→ WORK ITEM
Lift every line from the entries that includes the word "ctResult".

→ EXERCISE INPUTS
※

import { findElectronBeam } from '../beamdata/index.js';
import { axisAlignedRectangle, beamFrame, ctDepth, flatDepth, insidePolygon, polygonArea, polygonEdgeDistance, type Polygon } from '../geometry/index.js';
import { type BeamCheck, type ElectronPointInput, type Issue, MM_PER_CM } from '../model/index.js';
import { electronDmaxCm, electronDosePerMu } from '../physics/index.js';
import { comparison, isHeterogeneous, levelsOf } from './comparison.js';
import { type BeamCheckContext, beamStub, categorize } from './check-beam.js';
import { ctAxisSsdMm, ctDepthOptions } from './patient-ct.js';
import { clampTexts, factorRows } from './calculation-parts.js';
import { besideOurs } from './planning-system-depths.js';

/** Beyond dmax, a point where the depth dose has fallen below this lies on its steep fall-off. */
const FALL_OFF_PERCENT = 80;

/**
 * One electron beam's independent dose at its point (AAPM TG-71): the applicator from the plan, the
 * cutout (the beam's APERTURE block) as a rectangle (square-root rule) or by its equal-area square,
 * the depth below the plan's SSD on the central axis (or traced through the CT, with the PDD at the
 * radiological depth), the effective SSD for an air gap. Returns the result before its verdict, or
 * an input issue (energy or applicator missing from the beam data).
 */
export function checkElectronBeam(ctx: BeamCheckContext): { ok: true; value: BeamCheck } | { ok: false; issue: Issue } {
  const { beam, entry, point, machine, policy } = ctx;
  const cp0 = beam.controlPoints[0]!;
  const base: BeamCheck = { ...beamStub(beam, entry), point };
  const notChecked = (reason: string) => ({ ok: true as const, value: { ...base, reason } });
  const named = { beamNumber: beam.number, ...(beam.name ? { beamName: beam.name } : {}) };
  const found = findElectronBeam(machine, cp0.nominalEnergyMeV!);
  if (!found.ok) return { ok: false, issue: { ...found.issue, ...named } };
  const data = found.beam;
  const applicatorId = beam.applicators[0]?.id;
  if (applicatorId === undefined) return notChecked('an electron beam without an applicator in the plan');
  const applicator = data.applicators.find((a) => a.id === applicatorId);
  if (!applicator) {
    return { ok: false, issue: { severity: 'error', code: 'missing-table', ...named, message: `the beam data of ${machine.name} ${data.id} have no applicator "${applicatorId}"`,
      expected: data.applicators.map((a) => a.id).join(', '), found: applicatorId } };
  }
  const cutouts = beam.blocks.filter((b) => b.type === 'APERTURE');
  if (beam.blocks.length > cutouts.length || cutouts.length > 1) return notChecked('an electron beam with shielding blocks or more than one cutout: not supported');
  const sadMm = beam.sourceAxisDistanceMm ?? machine.sadCm * MM_PER_CM;
  if (cp0.ssdMm === undefined && !ctx.ct) return notChecked('the plan gives no SSD, so without the CT the depth cannot be found');
  const frame = beamFrame(cp0, ctx.patientPosition as never, sadMm)!;

  // The cutout outline is given at the isocenter plane; Se and PDD are tabulated at the nominal SSD.
  const toNominal = (data.calibration.ssd0Cm * MM_PER_CM) / sadMm;
  const outline: Polygon | undefined = cutouts[0]?.outlineMm.map(([x, y]) => [x * toNominal, y * toNominal] as const);
  let field: ElectronPointInput['field'];
  let cutoutText: string;
  const rectangle = outline ? axisAlignedRectangle(outline) : undefined;
  if (!outline) {
    field = { kind: 'equivalent-square', sideCm: applicator.sideCm, method: 'the open applicator' };
    cutoutText = `no cutout: the open applicator ${applicator.id} (${applicator.sideCm} cm)`;
  } else if (rectangle) {
    field = { kind: 'rectangle', xCm: rectangle.x / MM_PER_CM, yCm: rectangle.y / MM_PER_CM };
    cutoutText = `rectangular cutout ${(rectangle.x / MM_PER_CM).toFixed(1)} × ${(rectangle.y / MM_PER_CM).toFixed(1)} cm: Se and PDD by the square-root rule`;
  } else {
    const side = Math.sqrt(polygonArea(outline)) / MM_PER_CM;
    field = { kind: 'equivalent-square', sideCm: side, method: 'equal area' };
    cutoutText = `cutout of ${outline.length} vertices as the square of equal area (${side.toFixed(2)} cm)`;
  }
  if (outline) {
    const xs = outline.map((p) => p[0]);
    const ys = outline.map((p) => p[1]);
    const span = Math.max(Math.max(...xs) - Math.min(...xs), Math.max(...ys) - Math.min(...ys)) / MM_PER_CM;
    if (span > applicator.sideCm + 0.5) return notChecked(`the cutout (${span.toFixed(1)} cm across) is larger than the applicator ${applicator.id} (${applicator.sideCm} cm)`);
  }

  const at = flatDepth(frame, point.patientMm, cp0.ssdMm ?? 0);
  let depthCm = at.depthMm / MM_PER_CM;
  let ssdCm = (cp0.ssdMm ?? 0) / MM_PER_CM;
  let ctResult: NonNullable<BeamCheck['calculation']>['ct'];
  let lookupDepthCm = depthCm;
  if (ctx.ct) {
    const t = ctDepth(ctx.ct.volume, frame.sourcePatientMm, point.patientMm, ctDepthOptions(ctx.ct));
    if (!t.ok) return notChecked(`CT: ${t.message}`);
    const axis = ctAxisSsdMm(ctx.ct, frame, sadMm);
    depthCm = t.value.geometricDepthMm / MM_PER_CM;
    ssdCm = t.value.ssdMm / MM_PER_CM;
    lookupDepthCm = t.value.radiologicalDepthMm / MM_PER_CM;
    ctResult = {
      ...(axis !== undefined ? { ssdAlongAxisMm: axis } : {}),
      ...(axis !== undefined && cp0.ssdMm !== undefined ? { ssdDifferenceMm: axis - cp0.ssdMm } : {}),
      ...(cp0.ssdMm !== undefined ? { planSsdMm: cp0.ssdMm } : {}), ssdAlongRayMm: t.value.ssdMm, geometricDepthMm: t.value.geometricDepthMm, radiologicalDepthMm: t.value.radiologicalDepthMm,
      entryPatientMm: [...t.value.entryPatientMm] as [number, number, number], densityRange: [...t.value.densityRange] as [number, number],
      ...(t.value.nearestInterfaceMm !== undefined ? { nearestInterfaceMm: t.value.nearestInterfaceMm } : {}),
      correctionFactor: 1, homogeneousDoseCGy: 0, bodyThresholdHu: ctx.ct.bodyThresholdHu, body: ctx.ct.bodySource,
      method: 'the PDD at the radiological depth (equivalent thickness by relative electron density)',
    };
  }
  if (depthCm < 0) return notChecked(`the calculation point lies ${(-depthCm).toFixed(1)} cm above the surface`);
  const r = electronDosePerMu(data, { applicatorId, field, depthCm: lookupDepthCm, ssdCm });
  if (!r.ok) return notChecked(r.issues.map((i) => i.message).join('; '));
  const mu = entry.beamMeterset!;
  if (ctResult) {
    const homogeneous = electronDosePerMu(data, { applicatorId, field, depthCm, ssdCm });
    if (!homogeneous.ok) return notChecked(`the homogeneous comparison: ${homogeneous.issues.map((i) => i.message).join('; ')}`);
    ctResult = { ...ctResult, correctionFactor: r.value.dosePerMuCGy / homogeneous.value.dosePerMuCGy, homogeneousDoseCGy: mu * homogeneous.value.dosePerMuCGy };
  }
  const dosePerMuCGy = r.value.dosePerMuCGy;
  const compared = comparison(mu, dosePerMuCGy, base.planningSystemDoseCGy);

  const offAxisCm = at.offAxisMm / MM_PER_CM;
  const approximations = [`${cutoutText}; effective SSD ${r.value.effectiveSsdCm.toFixed(1)} cm`];
  if (Math.abs(r.value.airGapCm) > 1e-6) approximations.push(`extended SSD: the PDD measured at ${data.pdd.ssdCm} cm is used at ${ssdCm.toFixed(1)} cm, with the inverse square of the effective SSD for the air gap`);
  if (offAxisCm > 0.5) approximations.push(`the point is ${offAxisCm.toFixed(1)} cm from the central axis: electron doses are central-axis values (no off-axis ratio)`);
  if (beam.bolusRoiNumbers.length) approximations.push("a bolus is referenced: the depth is taken from the plan's SSD, which must include it");

  // Is the point fit for a point check? Edge of the cutout at the point's depth, build-up, the fall-off.
  const flags: string[] = [];
  const scale = at.sourceToPointAxialMm / (data.calibration.ssd0Cm * MM_PER_CM);
  const [px, py] = [at.atIsocenterPlaneMm[0] * toNominal, at.atIsocenterPlaneMm[1] * toNominal];
  const half = (applicator.sideCm * MM_PER_CM) / 2;
  const square: Polygon = [[-half, -half], [half, -half], [half, half], [-half, half]];
  const edge = outline ?? square;
  const edgeDistanceCm = ((insidePolygon(edge, px, py) ? 1 : -1) * polygonEdgeDistance(edge, px, py) * scale) / MM_PER_CM;
  if (edgeDistanceCm < policy.point.edgeMarginCm) {
    flags.push(edgeDistanceCm < 0 ? `the point lies outside the field (${(-edgeDistanceCm).toFixed(1)} cm beyond its edge)` : `the point is ${edgeDistanceCm.toFixed(1)} cm from the field edge (margin ${policy.point.edgeMarginCm} cm)`);
  }
  const pddPercent = 100 * r.value.factors.find((f) => f.key === 'PDD')!.value;
  const dmaxCm = electronDmaxCm(data, field) ?? 0;
  if (lookupDepthCm < dmaxCm - 0.05) flags.push(`the point is in the build-up region (${lookupDepthCm.toFixed(1)} cm, shallower than this field's dmax ${dmaxCm.toFixed(1)} cm)`);
  else if (pddPercent < FALL_OFF_PERCENT) flags.push(`the point lies on the steep fall-off of the depth dose (PDD ${pddPercent.toFixed(0)} % < ${FALL_OFF_PERCENT} %)`);

  const heterogeneous = isHeterogeneous(policy, ctResult?.densityRange);
  const openArea = outline ? polygonArea(outline) : (2 * half) ** 2;
  const category = categorize(policy, { wedged: false, offAxisCm, irradiatedSquareCm: r.value.fieldSideCm, openFraction: openArea / (2 * half) ** 2, ssdCm, shaped: !!outline && !rectangle, heterogeneous });
  const planningSystemDepths = besideOurs(ctx.planningSystemDepths, depthCm * MM_PER_CM, ctResult ? lookupDepthCm * MM_PER_CM : undefined, ssdCm * MM_PER_CM);
  return {
    ok: true,
    value: {
      ...base,
      status: 'checked',
      calculation: {
        machineBeam: `${machine.name} ${data.id}`,
        setup: 'SSD',
        setupReason: `an electron beam with applicator ${applicator.id} at SSD ${ssdCm.toFixed(1)} cm (nominal ${data.calibration.ssd0Cm} cm)`,
        ssdCm, depthCm, offAxisCm,
        collimatorFieldCm: { x: applicator.sideCm, y: applicator.sideCm }, collimatorSquareCm: applicator.sideCm, irradiatedSquareCm: r.value.fieldSideCm,
        approximations,
        factors: factorRows(r.value.factors),
        dosePerMuCGy,
        ...compared,
        clamps: clampTexts(r.value.clamps),
        ...(ctResult ? { ct: ctResult } : {}),
        ...(planningSystemDepths ? { planningSystemDepths } : {}),
        electron: { applicatorId: applicator.id, cutout: outline ? (rectangle ? 'rectangle' : 'shaped') : 'none', fieldSideCm: r.value.fieldSideCm, effectiveSsdCm: r.value.effectiveSsdCm, airGapCm: r.value.airGapCm, pddPercent },
      },
      ...levelsOf(policy, category),
      fitness: { edgeDistanceCm, flags },
    },
  };
}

※

→ TASK RESPONSE
  let ctResult: NonNullable<BeamCheck['calculation']>['ct'];
    ctResult = {
  if (ctResult) {
    ctResult = { ...ctResult, correctionFactor: r.value.dosePerMuCGy / homogeneous.value.dosePerMuCGy, homogeneousDoseCGy: mu * homogeneous.value.dosePerMuCGy };
  const heterogeneous = isHeterogeneous(policy, ctResult?.densityRange);
  const planningSystemDepths = besideOurs(ctx.planningSystemDepths, depthCm * MM_PER_CM, ctResult ? lookupDepthCm * MM_PER_CM : undefined, ssdCm * MM_PER_CM);
        ...(ctResult ? { ct: ctResult } : {}),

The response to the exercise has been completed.